This section focuses on preparing the data for exploratory data analysis (EDA) and modeling. We will examine the dataset for:

* Duplicate rows
* Missing values
* During our analysis, we will rename columns to enhance the dataset's readability, clarity, and user-friendliness. 
* Cleaning text data
* Text Vectorization

In [91]:
# Dropping emotion_in_tweet_is_directed_at column since we wont be using it modelling
columns_to_drop = ['emotion_in_tweet_is_directed_at']
data = data.drop(columns=columns_to_drop)

In [92]:
# Checking if the column has been dropped 
data.head()
# 'the emotion in tweet is directed at' column has been dropped.

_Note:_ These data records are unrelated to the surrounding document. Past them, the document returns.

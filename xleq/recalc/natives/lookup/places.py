"""References: INDEX, OFFSET, INDIRECT, ADDRESS, ROW and their kin."""

from __future__ import annotations

import re
from typing import Final

from xleq.cells import (
    MAX_COLUMN,
    MAX_ROW,
    REF,
    VALUE,
    CellError,
    Missing,
    Value,
    column_letters,
    quote_sheet,
)
from xleq.recalc.context import Context
from xleq.recalc.natives.lookup.blocks import Block
from xleq.recalc.natives.table import native
from xleq.recalc.operands import Area, Argument, Array, Computed, Fail, Operand, Ref

#: Up to so many numbers are made one by one.
_FEW: Final = 64


@native("INDEX", "operand number? number? number?", context=True)
def index(
    context: Context,
    table: Argument,
    row: float = 0.0,
    column: float | None = None,
    area: float = 1.0,
) -> Operand:
    """Cell, row or column of a reference or an array."""
    which = int(area)
    if which < 1:
        raise Fail(VALUE)
    areas = table.areas if isinstance(table, Ref) else (None,)
    if which > len(areas):
        raise Fail(REF)
    block = Block(context, Ref((table.areas[which - 1],)) if isinstance(table, Ref) else table)
    r, c = int(row), int(column or 0.0)
    if column is None and block.height == 1:
        r, c = 1 if r else 0, r
    elif column is None and block.width > 1 and block.is_reference and r:
        raise Fail(CellError("#REF!", "the table has several columns and none is named"))
    if r < 0 or c < 0:
        raise Fail(VALUE)
    if r > block.height or c > block.width:
        raise Fail(CellError("#REF!", "the row or column lies outside the table"))
    top, bottom = (r - 1, r - 1) if r else (0, block.height - 1)
    left, right = (c - 1, c - 1) if c else (0, block.width - 1)
    return block.taken(top, left, bottom, right)


@native("OFFSET", "range number number number~ number~", volatile=True)
def offset(
    start: Ref, rows: float, columns: float, height: float | None = None, width: float | None = None
) -> Ref:
    """Reference moved by rows and columns, with another size where one is given."""
    if len(start.areas) != 1:
        raise Fail(VALUE)
    a = start.areas[0]
    top, left = a.top + int(rows), a.left + int(columns)
    h = a.bottom - a.top + 1 if height is None else int(height)
    w = a.right - a.left + 1 if width is None else int(width)
    if h == 0 or w == 0:
        raise Fail(CellError("#REF!", "a reference has at least one row and column"))
    bottom, right = top + h - (1 if h > 0 else -1), left + w - (1 if w > 0 else -1)
    top, bottom, left, right = min(top, bottom), max(top, bottom), min(left, right), max(left, right)
    if top < 1 or left < 1 or bottom > MAX_ROW or right > MAX_COLUMN:
        raise Fail(CellError("#REF!", "the reference leaves the sheet"))
    return Ref((Area(a.sheet, top, left, bottom, right),))


@native("INDIRECT", "text logical?", context=True, volatile=True)
def indirect(context: Context, text: str, a1: bool = True) -> Ref:
    """Reference that a text names."""
    return context.reference(text, a1)


@native("ADDRESS", "number number number~ logical~ text?")
def address(row: float, column: float, fixed: float = 1.0, a1: bool = True, sheet: str | None = None) -> str:
    """Text of a cell's address; `fixed` 1 both, 2 the row, 3 the column, 4 neither."""
    r, c, which = int(row), int(column), int(fixed)
    if which not in (1, 2, 3, 4):
        raise Fail(VALUE)
    row_fixed, column_fixed = which in (1, 2), which in (1, 3)
    if not (1 <= r <= MAX_ROW and 1 <= c <= MAX_COLUMN):
        raise Fail(CellError("#VALUE!", "the sheet has no such row or column"))
    if a1:
        cell = f"{'$' * column_fixed}{column_letters(c)}{'$' * row_fixed}{r}"
    else:
        cell = f"R{r if row_fixed else f'[{r}]'}C{c if column_fixed else f'[{c}]'}"
    if sheet is None:
        return cell
    return f"{quote_sheet(sheet) if sheet else ''}!{cell}"


def _rows(ref: Ref) -> range:
    area = _only(ref)
    return range(area.top, area.bottom + 1)


def _columns(ref: Ref) -> range:
    area = _only(ref)
    return range(area.left, area.right + 1)


def _counted(numbers: range, across: bool) -> Operand:
    """The numbers as a value, a column, or a row."""
    if len(numbers) == 1:
        return float(numbers[0])
    if len(numbers) <= _FEW:
        return (Array.row if across else Array.column)(float(n) for n in numbers)
    import numpy as np

    data = np.arange(numbers.start, numbers.stop, dtype=np.float64)
    return Computed(data.reshape((1, -1) if across else (-1, 1)))


def _only(ref: Ref) -> Area:
    if len(ref.areas) != 1:
        raise Fail(REF)
    return ref.areas[0]


@native("ROW", "range?", context=True)
def row(context: Context, ref: Ref | None = None) -> Operand:
    """Row numbers of a reference, or of the formula's cell."""
    if ref is None:
        return float(context.row)
    return _counted(_rows(ref), across=False)


@native("COLUMN", "range?", context=True)
def column(context: Context, ref: Ref | None = None) -> Operand:
    """Column numbers of a reference, or of the formula's cell."""
    if ref is None:
        return float(context.column)
    return _counted(_columns(ref), across=True)


def _size(argument: Argument) -> tuple[int, int]:
    if isinstance(argument, CellError):
        raise Fail(argument)
    if isinstance(argument, Ref):
        return len(_rows(argument)), len(_columns(argument))
    if isinstance(argument, Array):
        return argument.height, argument.width
    if isinstance(argument, Missing):
        raise Fail(VALUE)
    return 1, 1


@native("ROWS", "operand")
def rows(table: Argument) -> float:
    """Number of rows."""
    return float(_size(table)[0])


@native("COLUMNS", "operand")
def columns(table: Argument) -> float:
    """Number of columns."""
    return float(_size(table)[1])


@native("AREAS", "range")
def areas(ref: Ref) -> float:
    """Number of areas of a reference."""
    return float(len(ref.areas))


@native("TRANSPOSE", "array")
def transpose(table: Array) -> Array:
    """Rows as columns."""
    flat, w = table.flat, table.width
    return Array(w, table.height, [v for c in range(w) for v in flat[c::w]])


_PREFIX = re.compile(r"_xl(?:fn|ws|pm|op|udf)\.")
_SPILL = re.compile(r"ANCHORARRAY\(([^()]*)\)")
_SINGLE = re.compile(r"SINGLE\(([^()]*)\)")


def shown_formula(formula: str) -> str:
    """Formula as the spreadsheet shows it, without the prefixes that files put before newer functions.

    Examples
    --------
    >>> shown_formula('=_xlfn.CONCAT("_xlfn.",_xlfn.ANCHORARRAY(A1))')
    '=CONCAT("_xlfn.",A1#)'
    """
    pieces = formula.split('"')
    for i in range(0, len(pieces), 2):
        if "_xl" in pieces[i]:
            plain = _PREFIX.sub("", pieces[i])
            pieces[i] = _SINGLE.sub(r"@\1", _SPILL.sub(r"\1#", plain))
    return '"'.join(pieces)


@native("FORMULATEXT", "range", context=True)
def formulatext(context: Context, ref: Ref) -> Operand:
    """Formula of a cell as text."""

    def text(area: Area) -> Value:
        formula = context.formula_at(Ref((area,)))
        if formula is None:
            return CellError("#N/A", "the cell holds no formula")
        return shown_formula(formula)

    area = _only(ref)
    rows, columns = _rows(ref), _columns(ref)
    if len(rows) * len(columns) == 1:
        return text(area)
    cells = [text(Area(area.sheet, r, c, r, c)) for r in rows for c in columns]
    return Array(len(rows), len(columns), cells)


@native("HYPERLINK", "text any?")
def hyperlink(link: str, shown: Value | Missing | None = None) -> Value:
    """What the cell of a link shows."""
    return link if shown is None or isinstance(shown, Missing) else shown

Unnamed: 0,tweet_text,is_there_an_emotion_directed_at_a_brand_or_product
0,.@wesley83 I have a 3G iPhone. After 3 hrs twe...,Negative emotion
1,@jessedee Know about @fludapp ? Awesome iPad/i...,Positive emotion
2,@swonderlin Can not wait for #iPad 2 also. The...,Positive emotion
3,@sxsw I hope this year's festival isn't as cra...,Negative emotion
4,@sxtxstate great stuff on Fri #SXSW: Marissa M...,Positive emotion


In [93]:
# Dropping 'i cant tell' and No emotion toward brand or product' category since we will only be using the two sentiments.
data = data[(data['is_there_an_emotion_directed_at_a_brand_or_product'] != "I can't tell")]

In [94]:
# Checking to see if 'i cant tell' category has been dropped and 'No emotion toward brand or product' has been replaced
data.is_there_an_emotion_directed_at_a_brand_or_product.value_counts()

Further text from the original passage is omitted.